**ABOUT THIS TASK:**
Give back exactly the first lines of the entries below, through the line with "Each point's result".

**DATA PROVIDED:**
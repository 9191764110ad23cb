"""Parameter sweeps: one base case, some of its keys varied, every point a task
on dask.distributed, the results gathered into ``sweep.csv`` and a chart.

A sweep file (TOML) names the base case (``base = "site.toml"``, a path relative
to the sweep file, or an inline ``[base]`` table holding a case's tables) and a
``[vary]`` table of case-file keys written as dotted paths: ``"footing.width"``,
``"ground.surcharge"``, ``"layers.0.thickness"`` (layers here are counted from 0,
top to bottom, as the position in the file's list; the case check's own messages
count them from 1, ``layers[1]``). Each key takes a list of values or a range
``{start = .., stop = .., num = ..}`` (``num`` values, both ends included).
``combine = "cross"`` (default: every combination, the first key varying
slowest) or ``"zip"`` (the lists side by side, all the same length).

Each point's result is stored as ``OUT/points/<sha256 of its case>.json``, written
atomically as soon as it arrives, so a sweep that is stopped and started again
runs only the points still missing (and those that failed). The chart and
``sweep.csv`` are written at the end, from the stored points.

Security: dask sends pickled code to its workers, and a worker runs whatever it
is sent. The local cluster started here listens on 127.0.0.1 only, with no
dashboard; ``scheduler=`` connects to a cluster the user started, which should be
one the user controls on a network the user trusts.
"""
from __future__ import annotations

import contextlib
import copy
import csv
import hashlib
import io
import json
import math
import os
import pathlib
import signal
import sys
import threading
import time
from dataclasses import dataclass, field
from typing import Any

import numpy as np

from . import __version__
from .case import (LAYER_KEYS, MODEL_KEYS, TABLES, CaseError, Key, _did_you_mean, footing_schema,
                   _not_allowed, _show, case_to_dict, load_case, parse_case, read_toml_file, shown)
from .model import Case
from .result import CAUTION, json_safe, load_unit, write_atomic

MAX_POINTS = 10_000  # a design chart is tens to hundreds of points; more is a typo in a range
MAX_CHARTS = 50  # one chart per combination of the keys beyond x and lines
SWEEP_KEYS = ("title", "base", "combine", "vary", "chart", "point_time_limit_s")
# A point that runs longer is stopped and recorded as failed ("time limit"), so that one
# point that hangs cannot hold a worker for ever. An hour: far above a point's usual
# seconds to minutes (an 80k-triangle bracket took 21 minutes, README), well below for ever.
POINT_TIME_LIMIT = Key(float, "s", gt=0, le=7 * 86400, default=3600.0)
POINT_START_S = 300.0  # a point's process must be ready (its imports done) within this
CHART_KEYS = ("output", "divide_by", "x", "lines", "formats", "title")
OUTPUTS = {"pressure": ("collapse pressure q", "kPa"), "load": ("collapse load Q", "kN/m")}
FORMATS = ("png", "svg")
# Case tables whose keys a sweep may vary (every table of the case schema); layers are
# handled apart (an index first).
VARY_TABLES = {table: schema for table, (_, schema) in TABLES.items()}
RANGE_KEYS = ("start", "stop", "num")
# Worker processes run one point per thread; a multi-threaded BLAS (or Rust thread pool,
# which Clarabel's faer solver uses) in each of them would only fight over the same cores.
WORKER_ENV = {"OMP_NUM_THREADS": "1", "OPENBLAS_NUM_THREADS": "1", "MKL_NUM_THREADS": "1",
              "RAYON_NUM_THREADS": "1"}
# Point statuses: every bound asked for certified / a bound withheld (the result says
# why) / no result (a bad combination of values, a case the engine refuses, an error).
CERTIFIED, WITHHELD, FAILED = "certified", "withheld", "failed"


@dataclass(frozen=True)
class Parameter:
    """One varied key: its dotted path, its values, and words and unit for labels."""

    key: str  # as in the sweep file, e.g. "layers.0.thickness"
    values: tuple
    label: str  # e.g. "thickness of 'sand crust'"
    unit: str  # e.g. "m"; "" for text and dimensionless keys

    @property
    def numeric(self) -> bool:
        return all(isinstance(v, (int, float)) for v in self.values)


@dataclass(frozen=True)
class Point:
    """One combination of values, with its case (or why it has none)."""

    index: int
    values: dict[str, Any]  # key -> value, in the order of [vary]
    case_dict: dict | None  # the full case, defaults written (case_to_dict)
    error: str | None  # the case check's line, for a bad combination
    sha256: str  # of the canonical case; of the raw values for a bad combination


@dataclass(frozen=True)
class ChartSpec:
    output: str  # a key of OUTPUTS
    divide_by: Parameter | None  # a case key whose value (per point) divides the output
    x: str  # key of the parameter on the x axis
    lines: str | None  # key of the parameter with one band per value, or None
    formats: tuple[str, ...]
    title: str
    load_unit: str = "kN/m"  # output "load": a strip's per m run (kN/m), a circle's whole load (kN)


@dataclass(frozen=True)
class Sweep:
    name: str  # the sweep file's stem; names the default output folder
    title: str
    base: dict  # the base case, canonical (case_to_dict)
    parameters: tuple[Parameter, ...]
    combine: str  # "cross" | "zip"
    points: tuple[Point, ...]
    chart: ChartSpec
    point_time_limit_s: float = POINT_TIME_LIMIT.default  # s, see POINT_TIME_LIMIT

    @property
    def parameter(self) -> dict[str, Parameter]:
        return {p.key: p for p in self.parameters}


@dataclass
class SweepOutcome:
    """What a run of the sweep did; ``records`` is one stored record per point."""

    records: list[dict]
    ran: int  # points solved in this run
    reused: int  # points taken from OUT/points, solved in an earlier run
    wall_s: float  # the whole run, cluster start-up included
    startup_s: float  # starting or connecting to the cluster
    workers: int  # worker threads that solved points (0 when nothing had to run)
    files: list[pathlib.Path] = field(default_factory=list)

    def count(self, status: str) -> int:
        return sum(r["status"] == status for r in self.records)


# -- reading the sweep file ---------------------------------------------------

def load_sweep(path: str | pathlib.Path) -> Sweep:
    """Read and check a sweep file (TOML, UTF-8, at most 1 MB); see the module docstring.

    Raises
    ------
    CaseError
        One line naming the key, the value and what is allowed; also when the base
        case is bad, or when every point's case is bad.
    """
    path = pathlib.Path(path)
    data = _read_toml(path)
    if isinstance(data, dict) and "base" not in data and ("footing" in data or "layers" in data):
        raise CaseError(f"{shown(path, 200)}: a case file, not a sweep file; a sweep file names its case with "
                        "base = \"case.toml\" (or an inline [base] table) and holds a [vary] table")
    return parse_sweep(data, name=path.stem, folder=path.parent)


def _read_toml(path: pathlib.Path) -> dict:
    """The same guards as :func:`solver.case.load_case`, for a sweep file."""
    data, _ = read_toml_file(path, "sweep file")
    if data is None:
        raise CaseError(f"{shown(path, 200)}: the file is empty; a sweep file needs a base case and a [vary] table")
    return data


def parse_sweep(data: dict, *, name: str = "sweep", folder: str | pathlib.Path = ".") -> Sweep:
    """Check a sweep (as read from TOML) and build every point's case.

    A point whose case is bad is kept, with the case check's line as its error;
    if every point is bad, that is an error of the sweep file.

    Examples
    --------
    >>> sweep = parse_sweep({"base": {"footing": {"width": 1.0}, "layers": [
    ...     {"name": "clay", "model": "tresca", "unit_weight": 0, "undrained_strength": 20}]},
    ...     "vary": {"footing.width": [1.0, 2.0], "layers.0.undrained_strength": {"start": 10, "stop": 30, "num": 3}}})
    >>> len(sweep.points), sweep.points[1].values
    (6, {'footing.width': 1.0, 'layers.0.undrained_strength': 20.0})
    >>> parse_sweep({"base": {"footing": {"width": 1.0}, "layers": []}, "vary": {}})
    Traceback (most recent call last):
    ...
    solver.case.CaseError: base.layers: [] is not allowed; must be an array of tables [[layers]], at least one (top to bottom)
    """
    if not isinstance(data, dict):
        raise _not_allowed("sweep", data, "a table of keys")
    for key in data:
        if key not in SWEEP_KEYS:
            raise CaseError(f"{shown(key, 80)}: unknown key; {_did_you_mean(str(key), list(SWEEP_KEYS))}")
    base_case = _read_base(data.get("base"), name, pathlib.Path(folder))
    base = case_to_dict(base_case)
    title = data.get("title", base_case.title)
    if not isinstance(title, str) or not title.strip() or not title.isprintable() or len(title) > 200:
        raise _not_allowed("title", title, "a non-empty one-line string of at most 200 characters")

    limit = data.get("point_time_limit_s", POINT_TIME_LIMIT.default)
    try:
        limit = POINT_TIME_LIMIT.read(limit)
    except ValueError:
        raise _not_allowed("point_time_limit_s", limit, POINT_TIME_LIMIT.allowed
                           + "; a point running longer is stopped and recorded as failed") from None
    combine = data.get("combine", "cross")
    if combine not in ("cross", "zip"):
        raise _not_allowed("combine", combine, "one of 'cross', 'zip'")
    raw_vary = data.get("vary")
    if raw_vary is None:
        raise CaseError("vary: missing; required table [vary] of case keys and their values, "
                        "e.g. \"footing.width\" = [1.0, 2.0]")
    if not isinstance(raw_vary, dict) or not raw_vary:
        raise _not_allowed("vary", raw_vary, "a table [vary] with at least one case key")
    flat = _flatten(raw_vary, "")
    varied = set(flat)
    parameters = tuple(_read_parameter(key, spec, base, varied) for key, spec in flat.items())

    if combine == "zip":
        counts = {p.key: len(p.values) for p in parameters}
        if len(set(counts.values())) > 1:
            first = parameters[0]
            odd = next(p for p in parameters if len(p.values) != len(first.values))
            raise CaseError(f"vary.{odd.key}: {len(odd.values)} values is not allowed with combine = 'zip'; "
                            f"must be as many as vary.{first.key} ({len(first.values)})")
        rows = list(zip(*(p.values for p in parameters)))
    else:
        total = math.prod(len(p.values) for p in parameters)
        if total > MAX_POINTS:
            raise CaseError(f"vary: {total} points is not allowed; must be at most {MAX_POINTS} "
                            "(split the sweep, or check the ranges)")
        rows = list(_product([p.values for p in parameters]))
    if len(rows) > MAX_POINTS:
        raise CaseError(f"vary: {len(rows)} points is not allowed; must be at most {MAX_POINTS}")

    points = tuple(_make_point(i, dict(zip((p.key for p in parameters), row)), base, name)
                   for i, row in enumerate(rows))
    if all(p.error for p in points):
        first = points[0]
        raise CaseError(f"vary: every point's case is bad; point 0 ({_values_text(first.values)}): {first.error}")
    chart = _read_chart(data.get("chart", {}), parameters, combine, base, varied, title, points)
    return Sweep(name=name, title=title, base=base, parameters=parameters, combine=combine,
                 points=points, chart=chart, point_time_limit_s=limit)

**FINISHED TASK:**
repository 9191764110ad23cb
"""Parameter sweeps: one base case, some of its keys varied, every point a task
on dask.distributed, the results gathered into ``sweep.csv`` and a chart.

A sweep file (TOML) names the base case (``base = "site.toml"``, a path relative
to the sweep file, or an inline ``[base]`` table holding a case's tables) and a
``[vary]`` table of case-file keys written as dotted paths: ``"footing.width"``,
``"ground.surcharge"``, ``"layers.0.thickness"`` (layers here are counted from 0,
top to bottom, as the position in the file's list; the case check's own messages
count them from 1, ``layers[1]``). Each key takes a list of values or a range
``{start = .., stop = .., num = ..}`` (``num`` values, both ends included).
``combine = "cross"`` (default: every combination, the first key varying
slowest) or ``"zip"`` (the lists side by side, all the same length).

Each point's result is stored as ``OUT/points/<sha256 of its case>.json``, written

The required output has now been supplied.